[Opening EXCERPTED RECORDS section]

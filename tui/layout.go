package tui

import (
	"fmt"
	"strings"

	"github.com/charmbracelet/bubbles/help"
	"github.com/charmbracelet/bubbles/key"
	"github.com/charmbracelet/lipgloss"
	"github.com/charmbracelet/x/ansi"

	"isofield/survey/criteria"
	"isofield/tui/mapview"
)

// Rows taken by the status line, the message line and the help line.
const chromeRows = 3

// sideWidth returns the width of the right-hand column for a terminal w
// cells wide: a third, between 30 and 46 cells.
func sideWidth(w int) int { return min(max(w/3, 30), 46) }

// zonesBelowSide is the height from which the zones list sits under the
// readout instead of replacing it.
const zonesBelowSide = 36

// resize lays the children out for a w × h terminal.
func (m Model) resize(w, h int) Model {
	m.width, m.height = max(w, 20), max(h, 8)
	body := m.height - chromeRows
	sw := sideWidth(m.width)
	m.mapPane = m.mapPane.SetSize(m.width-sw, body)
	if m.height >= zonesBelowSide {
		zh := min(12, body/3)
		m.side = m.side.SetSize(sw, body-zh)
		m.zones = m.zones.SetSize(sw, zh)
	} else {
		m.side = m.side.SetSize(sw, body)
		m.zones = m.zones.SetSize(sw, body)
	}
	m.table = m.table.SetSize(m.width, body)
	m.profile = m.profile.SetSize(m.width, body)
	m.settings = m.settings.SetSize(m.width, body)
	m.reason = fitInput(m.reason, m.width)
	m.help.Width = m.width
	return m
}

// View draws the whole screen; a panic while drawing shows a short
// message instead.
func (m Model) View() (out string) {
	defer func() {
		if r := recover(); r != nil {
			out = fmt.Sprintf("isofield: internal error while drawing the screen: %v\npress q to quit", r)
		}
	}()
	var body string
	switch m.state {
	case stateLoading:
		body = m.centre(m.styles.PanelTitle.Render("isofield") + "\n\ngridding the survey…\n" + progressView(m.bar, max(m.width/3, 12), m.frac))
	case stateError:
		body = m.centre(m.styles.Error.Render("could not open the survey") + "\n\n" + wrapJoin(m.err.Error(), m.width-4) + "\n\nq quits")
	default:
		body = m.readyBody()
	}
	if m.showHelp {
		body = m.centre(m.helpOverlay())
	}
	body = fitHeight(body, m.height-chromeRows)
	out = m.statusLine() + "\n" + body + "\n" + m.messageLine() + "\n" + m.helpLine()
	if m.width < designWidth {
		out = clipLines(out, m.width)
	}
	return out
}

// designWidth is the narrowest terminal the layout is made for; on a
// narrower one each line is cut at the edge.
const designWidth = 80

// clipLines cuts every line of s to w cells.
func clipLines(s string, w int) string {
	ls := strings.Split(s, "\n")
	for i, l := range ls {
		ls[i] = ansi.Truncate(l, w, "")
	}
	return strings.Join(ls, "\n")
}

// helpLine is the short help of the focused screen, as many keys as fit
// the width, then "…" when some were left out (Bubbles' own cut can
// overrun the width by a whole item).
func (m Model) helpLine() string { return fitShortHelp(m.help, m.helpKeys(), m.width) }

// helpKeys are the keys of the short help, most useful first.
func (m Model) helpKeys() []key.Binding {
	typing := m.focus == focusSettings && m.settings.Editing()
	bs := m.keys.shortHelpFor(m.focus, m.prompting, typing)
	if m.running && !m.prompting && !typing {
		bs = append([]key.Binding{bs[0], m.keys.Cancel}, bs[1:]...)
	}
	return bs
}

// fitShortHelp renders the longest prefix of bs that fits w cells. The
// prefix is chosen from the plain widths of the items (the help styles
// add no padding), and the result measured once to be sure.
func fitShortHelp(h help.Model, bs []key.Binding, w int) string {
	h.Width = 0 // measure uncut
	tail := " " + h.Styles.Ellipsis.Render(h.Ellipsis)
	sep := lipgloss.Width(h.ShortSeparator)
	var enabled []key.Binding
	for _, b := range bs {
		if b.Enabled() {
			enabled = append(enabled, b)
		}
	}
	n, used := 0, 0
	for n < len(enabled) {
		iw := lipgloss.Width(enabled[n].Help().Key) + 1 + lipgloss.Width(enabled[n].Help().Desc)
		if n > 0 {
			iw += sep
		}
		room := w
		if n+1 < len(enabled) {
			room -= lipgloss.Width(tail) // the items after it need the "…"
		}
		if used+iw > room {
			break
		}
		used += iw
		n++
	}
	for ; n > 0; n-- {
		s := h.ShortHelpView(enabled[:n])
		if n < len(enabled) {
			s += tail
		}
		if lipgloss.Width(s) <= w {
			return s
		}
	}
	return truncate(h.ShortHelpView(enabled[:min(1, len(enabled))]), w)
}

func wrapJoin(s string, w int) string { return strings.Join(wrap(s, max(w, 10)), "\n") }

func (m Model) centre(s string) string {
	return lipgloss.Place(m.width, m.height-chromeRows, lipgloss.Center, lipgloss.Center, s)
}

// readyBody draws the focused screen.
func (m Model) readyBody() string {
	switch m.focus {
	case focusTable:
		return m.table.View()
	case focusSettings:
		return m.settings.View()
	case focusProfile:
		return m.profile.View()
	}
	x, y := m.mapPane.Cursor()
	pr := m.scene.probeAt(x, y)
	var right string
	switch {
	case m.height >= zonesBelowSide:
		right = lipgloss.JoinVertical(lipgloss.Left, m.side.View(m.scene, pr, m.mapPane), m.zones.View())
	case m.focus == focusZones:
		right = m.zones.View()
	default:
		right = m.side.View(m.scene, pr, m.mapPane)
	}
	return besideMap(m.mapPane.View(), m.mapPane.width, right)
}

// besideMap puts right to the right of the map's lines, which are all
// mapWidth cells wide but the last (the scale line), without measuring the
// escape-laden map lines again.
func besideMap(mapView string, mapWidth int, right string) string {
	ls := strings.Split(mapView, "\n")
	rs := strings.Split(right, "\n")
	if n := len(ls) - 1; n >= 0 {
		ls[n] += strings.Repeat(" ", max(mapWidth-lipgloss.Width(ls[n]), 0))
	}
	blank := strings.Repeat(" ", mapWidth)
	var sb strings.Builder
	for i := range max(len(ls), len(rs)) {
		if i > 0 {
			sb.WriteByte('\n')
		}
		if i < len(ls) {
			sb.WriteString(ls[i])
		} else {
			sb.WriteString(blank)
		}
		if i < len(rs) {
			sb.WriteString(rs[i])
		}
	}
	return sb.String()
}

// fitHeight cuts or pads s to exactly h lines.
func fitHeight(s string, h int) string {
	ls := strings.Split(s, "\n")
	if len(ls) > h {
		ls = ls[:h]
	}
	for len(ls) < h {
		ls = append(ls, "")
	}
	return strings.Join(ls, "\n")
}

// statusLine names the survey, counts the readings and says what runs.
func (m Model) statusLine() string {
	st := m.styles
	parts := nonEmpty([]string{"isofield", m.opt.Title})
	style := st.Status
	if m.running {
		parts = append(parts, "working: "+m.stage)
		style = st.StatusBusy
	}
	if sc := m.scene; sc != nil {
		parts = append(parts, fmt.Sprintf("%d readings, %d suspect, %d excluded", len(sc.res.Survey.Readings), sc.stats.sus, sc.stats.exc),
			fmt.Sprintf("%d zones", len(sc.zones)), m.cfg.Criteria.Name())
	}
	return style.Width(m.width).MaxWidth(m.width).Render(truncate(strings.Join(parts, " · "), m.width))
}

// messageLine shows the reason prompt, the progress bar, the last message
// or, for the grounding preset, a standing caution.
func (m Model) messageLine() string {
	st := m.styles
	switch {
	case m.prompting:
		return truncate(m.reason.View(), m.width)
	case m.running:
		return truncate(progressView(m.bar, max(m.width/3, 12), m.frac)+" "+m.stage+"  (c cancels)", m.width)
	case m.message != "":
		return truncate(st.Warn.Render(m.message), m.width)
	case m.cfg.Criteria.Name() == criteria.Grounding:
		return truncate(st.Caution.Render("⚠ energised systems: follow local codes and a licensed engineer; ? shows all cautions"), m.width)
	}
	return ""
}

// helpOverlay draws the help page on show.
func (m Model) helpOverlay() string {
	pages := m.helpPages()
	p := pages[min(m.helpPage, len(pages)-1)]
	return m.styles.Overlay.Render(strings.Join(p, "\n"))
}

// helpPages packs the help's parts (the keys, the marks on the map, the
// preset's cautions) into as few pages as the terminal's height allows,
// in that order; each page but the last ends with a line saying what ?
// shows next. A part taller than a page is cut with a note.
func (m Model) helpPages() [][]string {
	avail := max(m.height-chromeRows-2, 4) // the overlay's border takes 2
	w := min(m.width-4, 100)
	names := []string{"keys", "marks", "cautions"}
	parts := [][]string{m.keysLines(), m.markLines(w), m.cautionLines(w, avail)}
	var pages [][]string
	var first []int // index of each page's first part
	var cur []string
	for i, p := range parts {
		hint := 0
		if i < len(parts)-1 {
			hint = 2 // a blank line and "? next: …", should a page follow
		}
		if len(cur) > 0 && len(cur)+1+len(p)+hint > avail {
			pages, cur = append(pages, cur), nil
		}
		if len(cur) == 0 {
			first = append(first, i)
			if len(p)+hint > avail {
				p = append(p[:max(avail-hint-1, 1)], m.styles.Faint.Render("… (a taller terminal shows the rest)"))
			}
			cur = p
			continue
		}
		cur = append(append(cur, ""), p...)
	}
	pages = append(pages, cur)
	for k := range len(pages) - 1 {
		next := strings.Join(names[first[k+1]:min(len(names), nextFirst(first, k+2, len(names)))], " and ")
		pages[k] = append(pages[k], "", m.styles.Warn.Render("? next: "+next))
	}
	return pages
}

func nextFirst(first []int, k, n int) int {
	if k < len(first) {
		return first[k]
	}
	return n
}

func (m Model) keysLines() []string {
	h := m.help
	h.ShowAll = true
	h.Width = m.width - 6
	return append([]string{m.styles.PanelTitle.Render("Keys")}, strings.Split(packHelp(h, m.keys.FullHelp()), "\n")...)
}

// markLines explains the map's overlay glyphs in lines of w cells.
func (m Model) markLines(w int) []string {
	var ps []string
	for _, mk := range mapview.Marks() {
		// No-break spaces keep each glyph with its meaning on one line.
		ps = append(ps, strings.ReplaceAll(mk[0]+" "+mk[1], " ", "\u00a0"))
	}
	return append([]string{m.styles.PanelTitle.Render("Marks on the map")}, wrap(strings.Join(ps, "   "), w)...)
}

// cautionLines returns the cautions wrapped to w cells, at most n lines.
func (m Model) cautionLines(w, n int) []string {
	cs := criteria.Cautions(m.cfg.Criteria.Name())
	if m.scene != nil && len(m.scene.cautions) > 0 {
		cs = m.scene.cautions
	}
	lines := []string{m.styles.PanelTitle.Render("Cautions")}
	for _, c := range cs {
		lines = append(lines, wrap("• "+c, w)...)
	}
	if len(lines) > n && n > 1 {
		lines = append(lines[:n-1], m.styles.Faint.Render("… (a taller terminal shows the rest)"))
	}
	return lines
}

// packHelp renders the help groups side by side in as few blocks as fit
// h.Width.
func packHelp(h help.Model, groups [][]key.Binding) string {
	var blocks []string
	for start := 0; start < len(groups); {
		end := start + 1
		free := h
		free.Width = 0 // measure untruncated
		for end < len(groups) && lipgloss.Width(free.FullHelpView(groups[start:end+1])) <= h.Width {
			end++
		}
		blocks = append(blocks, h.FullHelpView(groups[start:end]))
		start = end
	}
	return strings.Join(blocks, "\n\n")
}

[Closing EXCERPTED RECORDS section]

ACTIVITY
Only the lines from the one containing "free.Width = 0 // measure untruncated" through the last line above belong in your answer. Retype them exactly.

PROBLEM SOLUTION
		free.Width = 0 // measure untruncated
		for end < len(groups) && lipgloss.Width(free.FullHelpView(groups[start:end+1])) <= h.Width {
			end++
		}
		blocks = append(blocks, h.FullHelpView(groups[start:end]))
		start = end
	}
	return strings.Join(blocks, "\n\n")
}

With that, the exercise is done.